ASSIGNMENT:
From the entries below, gather each line containing the word "models".

DATA RECORDS:

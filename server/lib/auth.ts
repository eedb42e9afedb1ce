import type { Request, RequestHandler, Response } from 'express';
import type { Role } from '../../shared/schemas/users';
import { QueryTypes } from 'sequelize';
import { UserModel } from '../models';
import { AppError, forbidden } from './errors';
import { verifySessionToken } from './tokens';

export const SESSION_COOKIE = 'tg_session';

/** The signed-in user as every route sees it (res.locals.user). */
export interface Actor {
  id: string;
  email: string;
  name: string;
  role: Role;
  timeZone: string;
  factoryId: string | null;
  brandIds: string[];
  /** Screens, mail and error messages for this user: 'en' or 'zh-Hans'. */
  language?: string;
  /** The session this request came with (sign-out and password change end it). */
  sessionId?: string;
}

export function tokenFrom(req: Request): string | undefined {
  const h = req.get('authorization');
  if (h?.startsWith('Bearer ')) return h.slice(7).trim();
  const c = (req.cookies as Record<string, string> | undefined)?.[SESSION_COOKIE];
  return c || undefined;
}

const unauthorized = (message = 'Sign in to continue') => new AppError('unauthorized', message, 401);

// One query per request: the session must be open and unexpired, and its user active.
const SESSION_SQL = `
  SELECT u.id, u.email, u.name, u.role, u.time_zone AS "timeZone", u.factory_id AS "factoryId", u.active, u.language,
         ARRAY(SELECT ub.brand_id FROM user_brands ub WHERE ub.user_id = u.id) AS "brandIds"
  FROM sessions s JOIN users u ON u.id = s.user_id
  WHERE s.id = $1 AND s.user_id = $2 AND s.ended_at IS NULL AND s.expires_at > now()`;

type SessionRow = Omit<Actor, 'sessionId'> & { active: boolean };

/** Every request checks its session in PostgreSQL, so an ended session stops working at once. */
export const requireAuth: RequestHandler = async (req, res, next) => {
  const token = tokenFrom(req);
  if (!token) throw unauthorized();
  let claims: { userId: string; sessionId: string };
  try {
    claims = await verifySessionToken(token);
  } catch {
    throw unauthorized('Your session is not valid or has expired. Sign in again.');
  }
  const rows = await UserModel.sequelize!.query<SessionRow>(SESSION_SQL, { bind: [claims.sessionId, claims.userId], type: QueryTypes.SELECT });
  const row = rows[0];
  if (!row) throw unauthorized('Your session has ended. Sign in again.');
  if (!row.active) throw unauthorized('This account is not active. Ask your administrator.');
  const { active: _active, ...actor } = row;
  res.locals.user = { ...actor, sessionId: claims.sessionId } satisfies Actor;
  next();
};

export const requireRole =
  (...allowed: Role[]): RequestHandler =>
  (_req, res, next) => {
    const actor = res.locals.user as Actor | undefined;
    if (!actor) throw unauthorized();
    if (!allowed.includes(actor.role)) throw forbidden(`This needs one of these roles: ${allowed.join(', ')}`);
    next();
  };

export const actorOf = (res: Response): Actor => {
  const a = res.locals.user as Actor | undefined;
  if (!a) throw unauthorized();
  return a;
};
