import type { Response } from 'express';
import type { AppDeps } from '../app';
import type { z } from 'zod';

// Express 5: req.query is read-only, so parsed queries are returned, not written back.
export const parseQuery = <S extends z.ZodType>(schema: S, query: unknown): z.infer<S> => schema.parse(query);

export const deps = (res: Response) => res.app.locals.deps as AppDeps;
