// Checks an uploaded file by its content (magic bytes), never by its name or the client's type,
// decodes it fully (a truncated image is refused) and makes a thumbnail.
import { createHash } from 'node:crypto';
import path from 'node:path';
import sharp from 'sharp';
import { fileTypeFromBuffer } from 'file-type';
import { AppError } from './errors';

export const MAX_UPLOAD_BYTES = 12 * 1024 * 1024;

const ACCEPTED: Record<string, { label: string; extensions: string[] }> = {
  'image/jpeg': { label: 'JPEG photo', extensions: ['.jpg', '.jpeg'] },
  'image/png': { label: 'PNG image', extensions: ['.png'] },
  'image/webp': { label: 'WebP image', extensions: ['.webp'] },
  'image/heic': { label: 'HEIC photo', extensions: ['.heic', '.heif'] },
};

export interface InspectedImage {
  contentType: string;
  size: number;
  sha256: string;
  width: number;
  height: number;
  thumbnail: Buffer;
}

const refuse = (message: string, status = 415) =>
  new AppError(status === 415 ? 'unsupported_media_type' : 'validation_failed', message, status, { file: [message] });

export async function inspectImage(data: Buffer, filename: string): Promise<InspectedImage> {
  if (data.length === 0) throw refuse('The file is empty. Pick the photo again.', 400);
  if (data.length > MAX_UPLOAD_BYTES) {
    throw new AppError('payload_too_large', `The file is larger than ${MAX_UPLOAD_BYTES / 1024 / 1024} MB. Pick a smaller photo.`, 413);
  }
  const sniffed = await fileTypeFromBuffer(data);
  const accepted = sniffed && ACCEPTED[sniffed.mime];
  if (!sniffed || !accepted) {
    throw refuse('This file is not a photo Toolgate accepts. Use a JPEG, PNG or WebP image (SVG and documents are not accepted).');
  }
  // Content and name must agree: a PNG called .exe is as suspicious as an .exe called .png.
  const ext = path.extname(filename).toLowerCase();
  if (ext && !accepted.extensions.includes(ext)) {
    throw refuse(`The file is named "${ext}" but its content is a ${accepted.label}. Rename it to ${accepted.extensions[0]} and try again.`);
  }
  let thumbnail: Buffer;
  let width = 0;
  let height = 0;
  try {
    const decoded = sharp(data, { failOn: 'truncated' });
    const meta = await decoded.metadata();
    width = meta.width ?? 0;
    height = meta.height ?? 0;
    // A full decode: a truncated or corrupt file fails here instead of showing half a picture.
    await sharp(data, { failOn: 'truncated' }).raw().toBuffer();
    thumbnail = await sharp(data, { failOn: 'truncated' })
      .rotate()
      .resize(360, 360, { fit: 'inside', withoutEnlargement: true })
      .webp({ quality: 78 })
      .toBuffer();
  } catch {
    throw refuse('The image is damaged or incomplete (perhaps the upload was cut off). Pick the photo again.', 400);
  }
  return { contentType: sniffed.mime, size: data.length, sha256: createHash('sha256').update(data).digest('hex'), width, height, thumbnail };
}
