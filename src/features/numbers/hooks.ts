import { useMutation, useQuery, useQueryClient } from '@tanstack/react-query';
import type { RequestNumbers, SaveNumbersInput } from '@shared/schemas/numbers';
import { numbersKeys, numbersQueries, saveRequestNumbers } from '@/api/numbers';
import { requestKeys } from '@/api/requests';

export const useRequestNumbers = (requestId: string, enabled = true) => useQuery({ ...numbersQueries.request(requestId), enabled });
export const useToolOpenPlans = (toolId: string) => useQuery(numbersQueries.openPlans(toolId));

/**
 * Saves the estimate and plan. The request's version moves on and its impact shows the new costs of
 * the ways to keep ended products, so the request and every tool's open plans are fetched again.
 */
export function useSaveNumbers(requestId: string) {
  const qc = useQueryClient();
  return useMutation({
    mutationFn: (input: SaveNumbersInput) => saveRequestNumbers(requestId, input),
    onSuccess: (n: RequestNumbers) => {
      qc.setQueryData(numbersKeys.request(requestId), n);
      void qc.invalidateQueries({ queryKey: requestKeys.detail(requestId) });
      void qc.invalidateQueries({ queryKey: requestKeys.lists() });
      void qc.invalidateQueries({ queryKey: numbersKeys.openPlans(n.facts.tool.id) });
    },
  });
}
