import type { Request, RequestHandler, Response } from 'express';
import type { Role } from '../../shared/schemas/users';
import { BrandModel, UserModel } from '../models';
import { AppError, forbidden } from './errors';
import { verifySessionToken } from './tokens';

export const SESSION_COOKIE = 'tg_session';

/** The signed-in user as every route sees it (res.locals.user). */
export interface Actor {
  id: string;
  email: string;
  name: string;
  role: Role;
  timeZone: string;
  factoryId: string | null;
  brandIds: string[];
}

function tokenFrom(req: Request): string | undefined {
  const h = req.get('authorization');
  if (h?.startsWith('Bearer ')) return h.slice(7).trim();
  const c = (req.cookies as Record<string, string> | undefined)?.[SESSION_COOKIE];
  return c || undefined;
}

const unauthorized = (message = 'Sign in to continue') => new AppError('unauthorized', message, 401);

/** Every request re-reads the user, so a deactivated user's token stops working at once. */
export const requireAuth: RequestHandler = async (req, res, next) => {
  const token = tokenFrom(req);
  if (!token) throw unauthorized();
  let userId: string;
  try {
    userId = await verifySessionToken(token);
  } catch {
    throw unauthorized('Your session is not valid or has expired. Sign in again.');
  }
  const user = await UserModel.findByPk(userId, { include: [{ model: BrandModel, as: 'brands', attributes: ['id'], through: { attributes: [] } }] });
  if (!user || !user.active) throw unauthorized('This account is not active. Ask your administrator.');
  res.locals.user = {
    id: user.id,
    email: user.email,
    name: user.name,
    role: user.role,
    timeZone: user.timeZone,
    factoryId: user.factoryId,
    brandIds: (user.brands ?? []).map((b) => b.id),
  } satisfies Actor;
  next();
};

export const requireRole =
  (...allowed: Role[]): RequestHandler =>
  (_req, res, next) => {
    const actor = res.locals.user as Actor | undefined;
    if (!actor) throw unauthorized();
    if (!allowed.includes(actor.role)) throw forbidden(`This needs one of these roles: ${allowed.join(', ')}`);
    next();
  };

export const actorOf = (res: Response): Actor => {
  const a = res.locals.user as Actor | undefined;
  if (!a) throw unauthorized();
  return a;
};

WRITTEN REPLY:
import { UserModel } from '../models';
import { BrandModel, UserModel } from '../models';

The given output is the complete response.